### Work to be completed
Write the number of lines in the material below that contain "them", with no other words.

### Supplied information
"""What faces are called in the trade: boss, hole, rib, wall, pocket, rounding; by their geometry alone."""

from __future__ import annotations

from collections.abc import Collection, Sequence
from itertools import combinations
from typing import Final

import numpy as np

from moldgen.kernel.face_compare import coaxial
from moldgen.kernel.face_signature import PartSigns
from moldgen.model.face_sign import FaceSign, SurfaceKind

ROUND_TURN: Final = 0.55
"""Share of a turn, of all faces of one cylinder or cone together, from which it is a boss or a hole; half a turn is the
end of a slot, a quarter a rounding (our choice)."""

THICKEST: Final = 8.0
"""mm: two faces further apart are no wall (our choice: molded walls are 1 to 4 mm, common practice)."""

FEW: Final = 0.3
"""Share of the area under which bosses and holes are told beside the wall that they are on (our choice)."""

MOST_LEAN: Final = 10.0
"""deg: two sides of a wall or rib lean against each other by at most this, twice a generous draft (our choice)."""

_ROUND: Final = (SurfaceKind.CYLINDER, SurfaceKind.CONE)


def length(value: float) -> str:
    """Return a length for the reader, to 1e-3 mm, without trailing zeros and without unit."""
    return f"{round(value, 3) + 0.0:g}"


def name_of(part: PartSigns, numbers: Collection[int]) -> str:
    """Return the trade's word for some faces, by the numbers of their signs, with its leading size."""
    ordered = sorted(numbers)
    whole = sum(part.signs[n].area_mm2 for n in ordered)
    rounds = _with_ends(part, ordered)
    if rounds and sum(part.signs[n].area_mm2 for n in rounds) < FEW * whole:
        wall = _wall_name(part, ordered) or "faces"
        return f"{wall} with {_round_name(part, ordered)}"
    for way in (_round_name, _end_name, _chamfer_name, _between_planes, _rounding_name, _wall_name):
        found = way(part, ordered)
        if found:
            return found
    if all(part.signs[n].kind is SurfaceKind.PLANE for n in ordered):
        return "flat face" if len(ordered) == 1 else "flat faces"
    return "curved face" if len(ordered) == 1 else "faces"


def side_name(part: PartSigns, numbers: Collection[int]) -> str:
    """Return the trade's word for sides that got thicker or lean otherwise: a wall or rib is no opening for that."""
    ordered = sorted(numbers)
    name = name_of(part, ordered)
    return _wall_name(part, ordered) or name if name in ("opening", "pocket") else name


def turn(part: PartSigns, number: int) -> float:
    """Return the share of a whole turn that a cylinder or cone covers about its axis."""
    sign = part.signs[number]
    low, high = ends(part, number)
    slant = (high - low) / max(float(np.cos(np.radians(sign.angle_deg))), 1e-6)
    mean = radius_at(sign, 0.5 * (low + high))
    return sign.area_mm2 / max(2.0 * np.pi * mean * slant, 1e-12)


def ends(part: PartSigns, number: int) -> tuple[float, float]:
    """Return where a round face begins and ends along its axis [mm], counted from `FaceSign.at`."""
    sign = part.signs[number]
    along = (part.vertices(number, 10**6) - np.array(sign.at)) @ np.array(sign.axis)
    return float(along.min()), float(along.max())


def radius_at(sign: FaceSign, along: float) -> float:
    """Return the radius of a cylinder or cone at a place of its axis, counted from `FaceSign.at` [mm]."""
    return sign.radius + along * float(np.tan(np.radians(sign.angle_deg)))


def told_at(part: PartSigns, number: int) -> float:
    """Return where along its axis a round face's diameter is told: a boss at its narrow end, a hole at its wide one.

    That is the free end and the mouth, if they have draft as they should.
    """
    low, high = ends(part, number)
    return low if part.signs[number].side > 0 else high


def is_round(part: PartSigns, number: int) -> bool:
    """True for a face of a boss or a hole: with the other faces of its cylinder it goes round by more than half."""
    sign = part.signs[number]
    if sign.kind not in _ROUND:
        return False
    same = [
        n
        for n, other in enumerate(part.signs)
        if other.kind is sign.kind and other.side == sign.side and n != number and _one_round(sign, other)
    ]
    return sum(turn(part, n) for n in (number, *same)) >= ROUND_TURN


def _one_round(a: FaceSign, b: FaceSign) -> bool:
    along = float((np.array(b.at) - np.array(a.at)) @ np.array(a.axis))
    near = abs(along) <= a.reach_mm + b.reach_mm
    return near and coaxial(a, b) and abs(radius_at(a, along) - b.radius) <= 1e-2


def diameter(part: PartSigns, number: int) -> float:
    """Return the diameter that a boss or hole is called by [mm], see `told_at`."""
    return 2.0 * radius_at(part.signs[number], told_at(part, number))


def _round_name(part: PartSigns, numbers: Sequence[int]) -> str:
    rounds = [n for n in numbers if is_round(part, n)]
    posts = [n for n in rounds if part.signs[n].side > 0]
    holes = [n for n in rounds if part.signs[n].side < 0]
    if posts:
        main = max(posts, key=lambda n: (part.signs[n].radius, -n))
        inside = [n for n in holes if coaxial(part.signs[main], part.signs[n])]
        text = f"boss d {length(diameter(part, main))}"
        if inside:
            text += f" with hole d {length(min(diameter(part, n) for n in inside))}"
        return _several(part, posts, text, "bosses")
    if not holes:
        return ""
    main = min(holes, key=lambda n: (part.signs[n].radius, n))
    kind = "blind hole" if any(_closes(part, n, main) for n in part.links[main]) else "hole"
    return _several(part, holes, f"{kind} d {length(diameter(part, main))}", "holes")


def _with_ends(part: PartSigns, numbers: Sequence[int]) -> set[int]:
    """Return the faces of bosses and holes among some faces, with the planes that end them."""
    rounds = {n for n in numbers if is_round(part, n)}
    return rounds | {k for n in rounds for k in part.links[n] & set(numbers) if _closes(part, k, n)}


def _several(part: PartSigns, rounds: Sequence[int], one: str, plural: str) -> str:
    axes: list[int] = []
    for n in rounds:
        if not any(coaxial(part.signs[n], part.signs[k]) for k in axes):
            axes.append(n)
    return one if len(axes) == 1 else f"{len(axes)} {plural}"


def _closes(part: PartSigns, plane: int, hole: int) -> bool:
    """True when a plane closes the end of a boss or hole: across its axis and within its circle."""
    flat, sign = part.signs[plane], part.signs[hole]
    if flat.kind is not SurfaceKind.PLANE or abs(float(np.dot(flat.axis, sign.axis))) < 0.99:
        return False
    beside = np.array(flat.center) - np.array(sign.at)
    along = float(beside @ np.array(sign.axis))
    off_axis = float(np.linalg.norm(beside - along * np.array(sign.axis)))
    return off_axis < 0.5 * sign.radius and flat.area_mm2 <= 1.05 * np.pi * max(radius_at(sign, along), 0.0) ** 2


def _end_name(part: PartSigns, numbers: Sequence[int]) -> str:
    """Return the name of a lone plane that ends a boss or closes a hole."""
    if len(numbers) != 1 or part.signs[numbers[0]].kind is not SurfaceKind.PLANE:
        return ""
    for near in sorted(part.links[numbers[0]]):
        if part.signs[near].kind in _ROUND and is_round(part, near) and _closes(part, numbers[0], near):
            hole = part.signs[near].side < 0
            return f"{'bottom of hole' if hole else 'end of boss'} d {length(diameter(part, near))}"
    return ""


def opposite(signs: Sequence[FaceSign], number: int) -> tuple[int, float] | None:
    """Return the plane at the other side of the plastic behind a plane, and how thick that is [mm], if it is a wall."""
    sign, best = signs[number], None
    if sign.kind is not SurfaceKind.PLANE:
        return None
    for other, far in enumerate(signs):
        thick = _apart(sign, far)
        if thick is None or not _thin(sign, far, -thick):
            continue
        if best is None or -thick < best[1]:
            best = other, -thick
    return best


def _apart(a: FaceSign, b: FaceSign) -> float | None:
    """Return how far plane b is in front of plane a [mm], None unless they face away from or to each other."""
    if b.kind is not SurfaceKind.PLANE:
        return None
    middle = np.array(a.axis) - np.array(b.axis)
    size = float(np.linalg.norm(middle))
    if size < 2.0 * np.cos(np.radians(MOST_LEAN) / 2.0):
        return None
    apart = np.array(b.center) - np.array(a.center)
    along = float(apart @ middle) / size
    beside = float(np.linalg.norm(apart - along * middle / size))
    return along if beside <= 0.5 * (a.reach_mm + b.reach_mm) else None


def _thin(a: FaceSign, b: FaceSign, thick: float) -> bool:
    """True when the plastic between two planes is a wall: thinner than `THICKEST` and than the planes are wide."""
    return 0.05 < thick <= min(THICKEST, 0.8 * a.reach_mm, 0.8 * b.reach_mm)


def _between_planes(part: PartSigns, numbers: Sequence[int]) -> str:
    """Return a rib where two planes of the group have plastic between them, a pocket or opening where they face."""
    flats = [n for n in numbers if part.signs[n].kind is SurfaceKind.PLANE]
    thin: list[float] = []
    facing = 0
    for a, b in combinations(flats, 2):
        apart = _apart(part.signs[a], part.signs[b])
        if apart is None:
            continue
        if _thin(part.signs[a], part.signs[b], -apart) and _has_back(part, a, b, -apart):
            thin.append(-apart)
        facing += apart > 0.0
    if thin:
        return f"rib {length(min(thin))} thick"
    if not facing:
        return ""
    floor = any(_is_floor(part, n, numbers) for n in flats)
    return "pocket" if floor else "opening"


def _has_back(part: PartSigns, a: int, b: int, thick: float) -> bool:
    """True when a plane no wider than the plastic between two others joins them: a rib's back, not a wall's rim."""
    across = np.array(part.signs[a].axis) - np.array(part.signs[b].axis)
    across = across / np.linalg.norm(across)
    for n in part.links[a] & part.links[b]:
        sign = part.signs[n]
        spread = np.array(sign.spread_rows)
        width = float(np.sqrt(max(12.0 * across @ spread @ across, 0.0)))  # of an even strip
        if sign.kind is SurfaceKind.PLANE and abs(float(np.dot(sign.axis, across))) < 0.2 and width <= 1.5 * thick:
            return True
    return False


def _is_floor(part: PartSigns, number: int, group: Sequence[int]) -> bool:
    """True when all neighbours of a plane belong to the group and stand up around it."""
    around = part.links[number]
    return bool(around) and around <= set(group)


def _chamfer_name(part: PartSigns, numbers: Sequence[int]) -> str:
    """Return "chamfer" where every plane of the group leans between two others that meet at an edge."""
    for n in numbers:
        if part.signs[n].kind is not SurfaceKind.PLANE:
            return ""
        beside = [part.signs[k] for k in part.links[n] - set(numbers) if part.signs[k].kind is SurfaceKind.PLANE]
        leaning = [s for s in beside if 0.34 < float(np.dot(s.axis, part.signs[n].axis)) < 0.94]  # 20 to 70 deg
        if not any(abs(float(np.dot(one.axis, other.axis))) < 0.34 for one, other in combinations(leaning, 2)):
            return ""
    return "chamfer"


def _rounding_name(part: PartSigns, numbers: Sequence[int]) -> str:
    radii = []
    for n in numbers:
        sign = part.signs[n]
        if sign.kind in (SurfaceKind.PLANE, SurfaceKind.FREE):
            return ""
        radii.append(sign.minor if sign.kind is SurfaceKind.TORUS else sign.radius)
    return f"rounding r {length(min(radii))}"


def _wall_name(part: PartSigns, numbers: Sequence[int]) -> str:
    across = [opposite(part.signs, n) for n in numbers if part.signs[n].kind is SurfaceKind.PLANE]
    thin = [found[1] for found in across if found is not None]
    return f"wall {length(min(thin))} thick" if thin else ""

### Answer
3